Thunder Bay City Council and its municipal administrative apparatus seems to have embarked on its Roman imperial phase with respect to community relations with its taxpayer base. In response to those who provided input ( my input here ) on the 105 Junot Avenue South Rezoning application and following the October 21st decision to uphold the rezoning in a 7-5 vote, the Office of the City Clerk provided a Notice of Passing decree that begins as follows:
“The Thunder Bay City Council passed By-law 94/2019 on the 21st day of October 2019, under Section 34 of the Planning Act, R.S.O. 1990 as amended.
Public comment has been received and considered and had no effect on Council’s Decision as the application is consistent with all relevant planning legislation and represents good planning.”
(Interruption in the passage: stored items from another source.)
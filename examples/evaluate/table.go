package main

import (
	"fmt"
	"io"
	"strings"
	"unicode/utf8"
)

// textTable is a table of cells printed with the first column left-aligned
// and the others right-aligned, two spaces apart.
type textTable struct {
	rows [][]string
}

// add appends one row.
func (t *textTable) add(cells ...string) { t.rows = append(t.rows, cells) }

// write prints the table, a rule of dashes under the first row.
func (t *textTable) write(w io.Writer) error {
	var width []int
	for _, r := range t.rows {
		for j, c := range r {
			if j >= len(width) {
				width = append(width, 0)
			}
			width[j] = max(width[j], utf8.RuneCountInString(c))
		}
	}
	var b strings.Builder
	for i, r := range t.rows {
		for j, c := range r {
			pad := strings.Repeat(" ", width[j]-utf8.RuneCountInString(c))
			switch {
			case j == 0:
				b.WriteString(c + pad)
			default:
				b.WriteString("  " + pad + c)
			}
		}
		b.WriteString("\n")
		if i == 0 {
			total := 0
			for _, wd := range width {
				total += wd + 2
			}
			b.WriteString(strings.Repeat("-", total-2) + "\n")
		}
	}
	_, err := io.WriteString(w, b.String())
	return err
}

// pct formats a share as a percentage with one decimal, or "-" when there
// is nothing behind it.
func pct(share float64, n int) string {
	if n == 0 {
		return "-"
	}
	return fmt.Sprintf("%.1f", 100*share)
}

// num3 formats a mean with three decimals, or "-" when there is nothing
// behind it.
func num3(x float64, n int) string {
	if n == 0 {
		return "-"
	}
	return fmt.Sprintf("%.3f", x)
}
I suppose all that was missing at the end of this statement was a simple “All Hail the Glory of the Emperor” to convey the full message of conquest and victory. The implied message seems to be that any resistance to the edicts of City Council is futile and has no effect. Whatever is decided is consistent, represents good planning, and the final collective decision is ultimately infallible.
The entire public drama and division over 105 Junot was amplified by The City of Thunder Bay because they encouraged the Ontario Aboriginal Housing Corporation to expand the scale of the transitional project from 20 to 58 beds to “maximize” the use of the site which one suspects probably really means greater property tax revenues for the City - assuming that the OAHC pays property taxes. A smaller scale facility more in keeping with other such projects around the province would have been more suitable given the many concerns raised by residents in the area and generated less discord.
Unfortunately, the Aboriginal Housing Corporation was caught in the middle of this unfortunate situation and making it into an emotional issue that attracted the attention of the Globe and Mail did not serve anyone’s long-term interests. What the City of Thunder Bay should have done in response to the input received was return to the original proposal of 20-beds but that would have required actually listening and accepting at least some of the arguments made by those who presented their concerns. Really, how can a facility approved on a much larger 58-bed scale in a neighborhood with the social and crime issues that were raised be “good planning?"
In the end, it is water off a duck’s back because many members of council believe they have been annointed as “progressive” thinkers who love their community. The strength of their love means that they are doing good and therefore the ends always justify the means. If that means tacitly implying that opponents to their good works are insensitive to poverty or diversity, then so be it. They constantly solicit input from constituents but listen through a set of political noise cancelling headphones so that the discordant notes from any input not coinciding with their vision of fighting social and economic injustice is politely filtered out.
Those in Thunder Bay who uncritically champion all social injustice issues with unquestioned fervour and feel they have the ear of City Council and its municipal-corporate apparatus should be cautious. In the end, any dispensed progressive works are to be accepted on The City’s terms because they know what is best for you. Take the example of Dease Pool as a case in point. Here, a long-standing community pool in what is considered a disadvantaged neighborhood was closed because it was old and needed substantial and expensive renovations. There is continuing opposition to the closure but The City forges ahead.
The proposed new draft plan (available here) will essentially replace the pool area with a tennis court and a community garden. Given that swimming pools accommodate a greater and more diverse number of users than a single tennis court, it seems like an oddly elitist rather than progressive use for the site. However, consciences will be soothed with a multi-user community garden – which also atones for the environmental sin of an asphalt surface on the tennis court. If all this redevelopment was designed to somehow deal with the rising costs of an old and aging pool, those of us with a more fiscally conservative bent could be understanding. However, this will still cost a lot of money and in the end not fully serve the needs of the area.
As for the money that will be spent, it does not seem to matter because a “progressive” council that wants to do great things will simply raise the tax rates on its residents - who by the way are now responsible for the lion’s share of property tax revenue given the declining industrial and commercial base. Be prepared this year for an initial budget proposal that stakes out a high increase in the tax levy. This will be blamed on the provincial government who, being conservative rather than progressive, are the source of all fiscal evil. After a cleansing public ritual of debate and input of appropriate length, The City will then retreat to an increase of between 3 and 4 percent thereby demonstrating that it is both fiscally responsible and generous in matters of expenditure.
We should not complain too much. We elected them.